**Data**

##############################

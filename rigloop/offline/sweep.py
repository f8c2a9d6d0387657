"""Run a rule file on many simulated animals, in parallel, and summarise what it did.

Each subject runs in its own task through any ``concurrent.futures`` executor (a
process pool by default; pass a cluster's executor where a lab has one). A task gets
the rule file's *text*, so it pickles cheaply and parses once per worker.

Simulated animals carry their truth with every trial (``simulate.py``), so each
subject's summary also says, from ``truth.py``, when it left each stage and how far
each block's end fell behind (or ran ahead of) the animal's true discrimination.
Without a store, a rule file whose decisions never read the learner runs its trials on
the decisions-only path (``offline/lockstep``): the same summaries, no learner.
"""

from __future__ import annotations

import re
import sys
from collections import Counter
from collections.abc import Callable, Sequence
from concurrent.futures import Executor
from dataclasses import dataclass, field

from ..errors import BadArgument
from . import truth
from .executors import run_ordered
from .lockstep import DECISIONS_ONLY, path_for
from .simulate import (PRESETS, SimulatedAnimal, open_simulated_session, preset_animal, preset_parameters,
                       simulate_session)


def animal_for(rules, subject: str, seed: int, task: str | None = None) -> SimulatedAnimal:
    """A typical simulated animal suited to the rule file's cues (two-choice if cues name sides)."""
    return preset_animal("typical", rules, subject, seed, task=task)


@dataclass
class SubjectSummary:
    subject: str
    trials: list[int] = field(default_factory=list)  # per session
    ul: list[float] = field(default_factory=list)  # per session
    blocks: list[str] = field(default_factory=list)  # block changes, "trial: from -> to"
    stages: list[str] = field(default_factory=list)
    overrides: Counter = field(default_factory=Counter)
    warnings: Counter = field(default_factory=Counter)
    end_reasons: list[str] = field(default_factory=list)
    animal: str = "typical"  # the preset
    left_stage: dict[str, int] = field(default_factory=dict)  # stage -> trial it was first left (truth.py)
    lags: list[int] = field(default_factory=list)  # per ended block the animal discriminated in
    early: int = 0  # ended blocks the animal had not yet discriminated
    judged: int = 0  # ended blocks with something to discriminate


def simulate_subject(rules_text: str, rules_source: str, subject: str, seed: int, sessions: int,
                     max_trials: int, task: str | None = None, db: str | None = None,
                     animal: str = "typical") -> SubjectSummary:
    """All sessions of one simulated ``animal`` (a preset); a top-level function so it pickles.

    Each session's trials are summarised (and with ``db`` stored, one transaction per
    session) as soon as it ends and then dropped, so memory stays flat in the number of
    sessions."""
    from ..rules import load_rules

    rules = _rules_for(rules_text, rules_source, load_rules)
    lean = path_for(rules, db)[0] == DECISIONS_ONLY  # the summary reads decisions and events only
    sim = preset_animal(animal, rules, subject, seed, task=task)
    out = SubjectSummary(subject, animal=animal)
    state = None
    total = 0
    store = None
    judged = []
    if db is not None:
        from ..store import Store

        store = Store(db)
    try:
        for k in range(sessions):
            kw = dict(session=f"sim{k + 1:02d}", state=state, start_time=1.8e9 + 86400 * k, max_trials=max_trials)
            run = simulate_session(rules, sim, store=store, decisions_only=lean, **kw)
            judged.extend(truth.truth_trials([run], start=total + 1))
            state = run.state
            prev = run.first
            for d in run.decisions:
                total += 1
                if d.block != prev.block:
                    out.blocks.append(f"{total}: {prev.block} -> {d.block}")
                if d.stage != prev.stage:
                    out.stages.append(f"{total}: {prev.stage} -> {d.stage}")
                out.overrides.update(_kind(o) for o in d.overrides)
                out.warnings.update(_kind(w) for w in d.warnings)
                prev = d
            out.trials.append(len(run.events))
            out.ul.append(sum(e.outcome.reward_ul for e in run.events))
            last = run.decisions[-1] if run.decisions else run.first
            out.end_reasons.append(last.reasons[0] if last.end_session and last.reasons else f"{max_trials} trials")
            del run
    finally:
        if store is not None:
            store.close()
    _judge(out, judged, rules.spec)
    return out


_PARSED: dict = {}  # rule-file text -> parsed rules, once per worker process


def _rules_for(text: str, source: str, load):
    """The parsed rule file, parsed once per process (a worker runs many subjects)."""
    key = (text, source)
    if key not in _PARSED:
        _PARSED.clear()  # one rule file at a time is the common case; keep memory bounded
        _PARSED[key] = load(text, source=source)
    return _PARSED[key]


def simulate_item(args: tuple) -> SubjectSummary:
    """``simulate_subject(*args)``: one item of ``run_ordered`` (a top-level function so it pickles)."""
    return simulate_subject(*args)


def _judge(out: SubjectSummary, trials: list, spec) -> None:
    """Fill a summary's stage and block timing from the animal's truth."""
    out.left_stage = truth.trials_to_criterion(trials)
    timings = [t for t in truth.block_timing(trials, spec) if t.ended and t.judged]
    out.lags = truth.lags(timings)
    out.early = truth.ended_early(timings)
    out.judged = len(timings)


def _kind(message: str) -> str:
    """A message with its numbers blanked, so like messages count together; a long one
    cut at a word before 70 characters and marked so (its numbers vary, its start says
    what it is)."""
    text = re.sub(r"\d+(\.\d+)?", "#", message.split(" -> ")[0])
    if len(text) <= 70:
        return text
    return text[:70].rsplit(" ", 1)[0].rstrip(" ,;:(") + " …"


def simulate_many(rules, subjects: Sequence[str], *, seed: int = 1, sessions: int = 3, max_trials: int = 500,
                  task: str | None = None, executor: str | Executor | None = None, db: str | None = None,
                  animals: str | Sequence[str] = "typical", scheduler: str | None = None,
                  workers: int | None = None, progress: Callable[[int, int], None] | None = None):
    """Summaries for every subject, in order, computed through ``executors.run_ordered``
    (``executor`` "local" by default, "serial", "dask" or a ``scheduler`` address; each
    subject's seed is fixed by its position, so every executor gives the same summaries).

    With ``db`` all trials go to one store: each worker writes its subjects' sessions,
    one transaction per animal-day (SQLite lets one writer in at a time and the others
    wait). The subjects' first sessions are stored first, in order, so the store lists
    subjects in the order given whichever finishes first. ``animals`` is one preset for
    all subjects or one per subject. ``progress(done, total)`` counts finished subjects."""
    presets = [animals] * len(subjects) if isinstance(animals, str) else list(animals)
    if len(presets) != len(subjects):
        raise BadArgument("animals", f"one preset or one per subject ({len(subjects)})", len(presets))
    for p in set(presets):
        preset_parameters(p, "animals")  # an unknown name fails here, before any work
    args = [(rules.text, rules.source, s, seed * 1000 + i, sessions, max_trials, task, db, presets[i])
            for i, s in enumerate(subjects)]
    if db is not None:
        _store_first_sessions(db, rules, subjects)
    if executor is None:
        executor = "serial" if len(subjects) == 1 and scheduler is None else "local"
    return run_ordered(simulate_item, args, executor=executor, scheduler=scheduler, workers=workers,
                       progress=progress)


def _store_first_sessions(db: str, rules, subjects: Sequence[str]) -> None:
    """Open every subject's first simulated session in one transaction, in order (a store
    that already holds them is left as it is: its runs find their sessions and go on)."""
    from ..errors import StoreError
    from ..store import Store

    infos = [open_simulated_session(rules, s, "sim01", start_time=1.8e9)[2] for s in subjects]
    with Store(db) as store:
        try:
            store.import_sessions([(info, []) for info in infos])
        except StoreError:
            for info in infos:  # some are stored already (a second run into the same file)
                store.open_session(info)


def parse_mix(text: str) -> list[tuple[str, float]]:
    """``"typical=0.75,non_discriminator=0.25"`` -> [(preset, fraction)]; fractions sum to 1."""
    expected = f"PRESET=FRACTION,... with fractions > 0 summing to 1 (presets: {', '.join(PRESETS)})"
    out = []
    for item in text.split(","):
        name, sep, frac = item.strip().partition("=")
        try:
            value = float(frac)
        except ValueError:
            raise BadArgument("--mix", expected, item) from None
        if not sep or not value > 0:
            raise BadArgument("--mix", expected, item)
        name = name.strip()
        preset_parameters(name, "--mix")
        if any(name == other for other, _ in out):
            raise BadArgument("--mix", f"each preset at most once ({expected})", name)
        out.append((name, value))
    if abs(sum(f for _, f in out) - 1.0) > 1e-6:
        raise BadArgument("--mix", expected, text)
    return out


def mix_presets(mix: Sequence[tuple[str, float]], n: int) -> list[str]:
    """One preset per subject for ``n`` subjects in the mix's proportions (largest remainder), in order."""
    shares = [(name, f * n) for name, f in mix]
    counts = {name: int(share) for name, share in shares}
    rest = sorted(shares, key=lambda item: -(item[1] - int(item[1])))
    for name, _ in rest[:n - sum(counts.values())]:
        counts[name] += 1
    return [name for name, _ in mix for _ in range(counts[name])]


def print_simulation(rules, *, subjects: int, sessions: int, max_trials: int, task: str | None,
                     seed: int, db: str | None, out=None, animal: str = "typical", mix: str | None = None,
                     executor: str | None = None, scheduler: str | None = None, workers: int | None = None,
                     progress: Callable[[int, int], None] | None = None) -> int:
    """``rigloop simulate``: run, then print one line per subject and a summary, then the
    same subjects against their truth (stages left, block lag behind discrimination)."""
    out = out or sys.stdout
    names = [f"sim{i + 1:03d}" for i in range(subjects)]
    preset_parameters(animal, "--animal")
    animals = mix_presets(parse_mix(mix), subjects) if mix else [animal] * subjects
    print(f"rule file '{rules.name}': {subjects} simulated subjects x {sessions} sessions "
          f"(at most {max_trials} trials each)", file=out)
    results = simulate_many(rules, names, seed=seed, sessions=sessions, max_trials=max_trials, task=task, db=db,
                            animals=animals, executor=executor, scheduler=scheduler, workers=workers,
                            progress=progress)
    print(f"{'subject':<9}{'trials/session':<22}{'µL/session':<26}{'block changes':>14}{'stages':>8}", file=out)
    for r in results:
        trials = " ".join(f"{t}" for t in r.trials)
        ul = " ".join(f"{u:.0f}" for u in r.ul)
        print(f"{r.subject:<9}{trials:<22}{ul:<26}{len(r.blocks):>14}{len(r.stages):>8}", file=out)
    over, warn = Counter(), Counter()
    for r in results:
        over.update(r.overrides)
        warn.update(r.warnings)
    if over:
        print("welfare overrides: " + ", ".join(f"{k} x{v}" for k, v in over.most_common()), file=out)
    if warn:
        print("warnings: " + ", ".join(f"{k} x{v}" for k, v in warn.most_common()), file=out)
    ends = Counter(reason.split(":")[0] for r in results for reason in r.end_reasons)
    print("sessions ended by: " + ", ".join(f"{k} x{v}" for k, v in ends.most_common()), file=out)
    for r in results[:3]:
        if r.stages:
            print(f"{r.subject} stage changes at trial " + "; ".join(r.stages), file=out)
    print_truth(rules, results, out)
    if db:
        print(f"every simulated trial is stored in {db}", file=out)
    return 0


def _spread(values) -> str:
    """``median [IQR q1–q3]`` of some trial counts, or ``-`` for none."""
    m = truth.median_iqr(values)
    return "-" if m is None else f"{m[0]:.0f} [IQR {m[1]:.0f}–{m[2]:.0f}]"


def print_truth(rules, results: Sequence[SubjectSummary], out) -> None:
    """Per subject and overall: trials to leave each stage, block lag behind the truth."""
    leavable = [name for name, st in rules.spec.stages.items() if st.advance or st.step_back]
    print(f"against each animal's truth (it discriminates from the first of {truth.HOLD} trials in a row with "
          f"true p(rewarded cue) - p(unrewarded cue) >= {truth.MARGIN:g}; choice tasks: p(right) to the "
          "right cue - to the left cue):", file=out)
    print(f"{'subject':<9}{'animal':<19}{'left stage at trial':<34}{'block lag':<26}{'ended early':>11}", file=out)
    for r in results:
        left = ", ".join(f"{s} {n}" for s, n in r.left_stage.items()) or "-"
        print(f"{r.subject:<9}{r.animal:<19}{left:<34}{_spread(r.lags):<26}{f'{r.early} of {r.judged}':>11}",
              file=out)
    for stage in leavable:
        at = [r.left_stage[stage] for r in results if stage in r.left_stage]
        if at:
            print(f"trials to leave {stage}: {_spread(at)}; {len(at)} of {len(results)} subjects left it", file=out)
        else:
            print(f"trials to leave {stage}: no subject left it", file=out)
    lags = [lag for r in results for lag in r.lags]
    early, judged = sum(r.early for r in results), sum(r.judged for r in results)
    print(f"block lag behind the truth (block end - first trial discriminating): {_spread(lags)} over "
          f"{len(lags)} blocks; {early} of {judged} ended blocks ended before the animal discriminated", file=out)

##############################

**Problem requirements**
Take the lines above from the one containing "store=store, decisions_only=lean, **kw)" down to the one containing "out.overrides.update(_kind(o) for o", and transcribe them exactly, both ends included.

**Solved problem**
            run = simulate_session(rules, sim, store=store, decisions_only=lean, **kw)
            judged.extend(truth.truth_trials([run], start=total + 1))
            state = run.state
            prev = run.first
            for d in run.decisions:
                total += 1
                if d.block != prev.block:
                    out.blocks.append(f"{total}: {prev.block} -> {d.block}")
                if d.stage != prev.stage:
                    out.stages.append(f"{total}: {prev.stage} -> {d.stage}")
                out.overrides.update(_kind(o) for o in d.overrides)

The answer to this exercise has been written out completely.